*** Material provided ***

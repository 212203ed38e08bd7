# SPDX-License-Identifier: GPL-3.0-or-later
"""Whom the page answers: what a request must look like, and the headers of every answer."""

from __future__ import annotations

import hmac
import ipaddress
import re
import socket

from aiohttp import web

# Nothing from outside, no script but the page's own file, not in a frame of another page, not kept, no word to others.
HEADERS = {
    "Content-Security-Policy": (
        "default-src 'none'; script-src 'self'; style-src 'self'; img-src 'self'; connect-src 'self'; "
        "base-uri 'none'; form-action 'none'; frame-ancestors 'none'"
    ),
    "X-Content-Type-Options": "nosniff",
    "Referrer-Policy": "no-referrer",
    "Cross-Origin-Resource-Policy": "same-origin",
    "Cross-Origin-Opener-Policy": "same-origin",
    "Cache-Control": "no-store",
    "Server": "halfplane",
}

OWN_ADDRESS = "127.0.0.1"
_TOKEN = re.compile(r"[A-Za-z0-9._~-]{16,256}")


def plain(status: int, text: str, **headers: str) -> web.Response:
    """A short answer in words; the connection ends with it."""
    return web.Response(status=status, text=text + "\n", headers={**HEADERS, **headers})


class Guard:
    """
    Decides before anything else whether a request is answered.

    - Only GET and HEAD, and no body.
    - `Host` must name an IP address, `localhost`, or a name of this machine or of `names`. A page elsewhere on the web whose
      name was made to point here (DNS rebinding) sends its own name and is refused.
    - With a token: it must come as `Authorization: Bearer TOKEN` or as `?token=TOKEN` (browsers cannot set headers on an event
      stream). It is compared in constant time. The token is sent in the clear and `?token=` stays in the browser's history:
      on a network where others listen put a proxy with TLS, or an SSH tunnel, in front.

    Raises ValueError where address, token or names are not fit.
    """

    def __init__(self, address: str = OWN_ADDRESS, token: str = "", names: tuple[str, ...] = ()):
        try:
            ipaddress.ip_address(address)
        except ValueError:
            raise ValueError(f"address is {address!r}: an IP address is wanted, such as {OWN_ADDRESS} or 0.0.0.0") from None
        if address != OWN_ADDRESS and not token:
            raise ValueError(f"address is {address!r}: others can reach it, so a token is demanded (only {OWN_ADDRESS} goes without)")
        if token and not _TOKEN.fullmatch(token):
            raise ValueError("token is not fit: 16 to 256 letters, digits or . _ ~ - are wanted")
        self._token = token
        self._names = {"localhost", *(name.lower() for name in names)}
        if address != OWN_ADDRESS:
            self._names |= {socket.gethostname().lower(), socket.getfqdn().lower()}

    def refusal(self, request: web.BaseRequest) -> web.Response | None:
        """The answer to a request that is refused; None where it may go on."""
        if request.method not in ("GET", "HEAD"):
            return plain(405, "Only GET and HEAD are answered here.", Allow="GET, HEAD")
        if request.headers.get("Transfer-Encoding") or request.headers.get("Content-Length", "0") != "0":
            return plain(413, "A request with a body is not taken.")
        hosts = request.headers.getall("Host", [])
        if len(hosts) != 1 or not self._is_own(hosts[0]):
            return plain(421, "This is not the host that was asked for. Use the IP address, or give link_page the name.")
        return None

    def unknown(self, request: web.BaseRequest) -> web.Response | None:
        """The answer to a request without the token; None where it has it or none is demanded."""
        if not self._token:
            return None
        scheme, _, given = request.headers.get("Authorization", "").partition(" ")
        if scheme.lower() != "bearer":
            given = request.query.get("token", "")
        if hmac.compare_digest(given.strip().encode(), self._token.encode()):
            return None
        return plain(401, "A token is wanted: ?token=… or Authorization: Bearer …", **{"WWW-Authenticate": 'Bearer realm="link"'})

    def _is_own(self, host: str) -> bool:
        if host.startswith("["):
            name, closed, rest = host[1:].partition("]")
            port = rest[1:] if rest.startswith(":") else rest or ("" if closed else "?")
        else:
            name, _, port = host.partition(":")
        if port and not (port.isascii() and port.isdigit()):
            return False
        try:
            ipaddress.ip_address(name)
            return True
        except ValueError:
            return name.lower().rstrip(".") in self._names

*** End of Material provided ***

Work to complete → Working from the records above, write out verbatim only the lines from the line containing "def __init__(self, address: str" through the line containing "a request that".

Answer section →
    def __init__(self, address: str = OWN_ADDRESS, token: str = "", names: tuple[str, ...] = ()):
        try:
            ipaddress.ip_address(address)
        except ValueError:
            raise ValueError(f"address is {address!r}: an IP address is wanted, such as {OWN_ADDRESS} or 0.0.0.0") from None
        if address != OWN_ADDRESS and not token:
            raise ValueError(f"address is {address!r}: others can reach it, so a token is demanded (only {OWN_ADDRESS} goes without)")
        if token and not _TOKEN.fullmatch(token):
            raise ValueError("token is not fit: 16 to 256 letters, digits or . _ ~ - are wanted")
        self._token = token
        self._names = {"localhost", *(name.lower() for name in names)}
        if address != OWN_ADDRESS:
            self._names |= {socket.gethostname().lower(), socket.getfqdn().lower()}

    def refusal(self, request: web.BaseRequest) -> web.Response | None:
        """The answer to a request that is refused; None where it may go on."""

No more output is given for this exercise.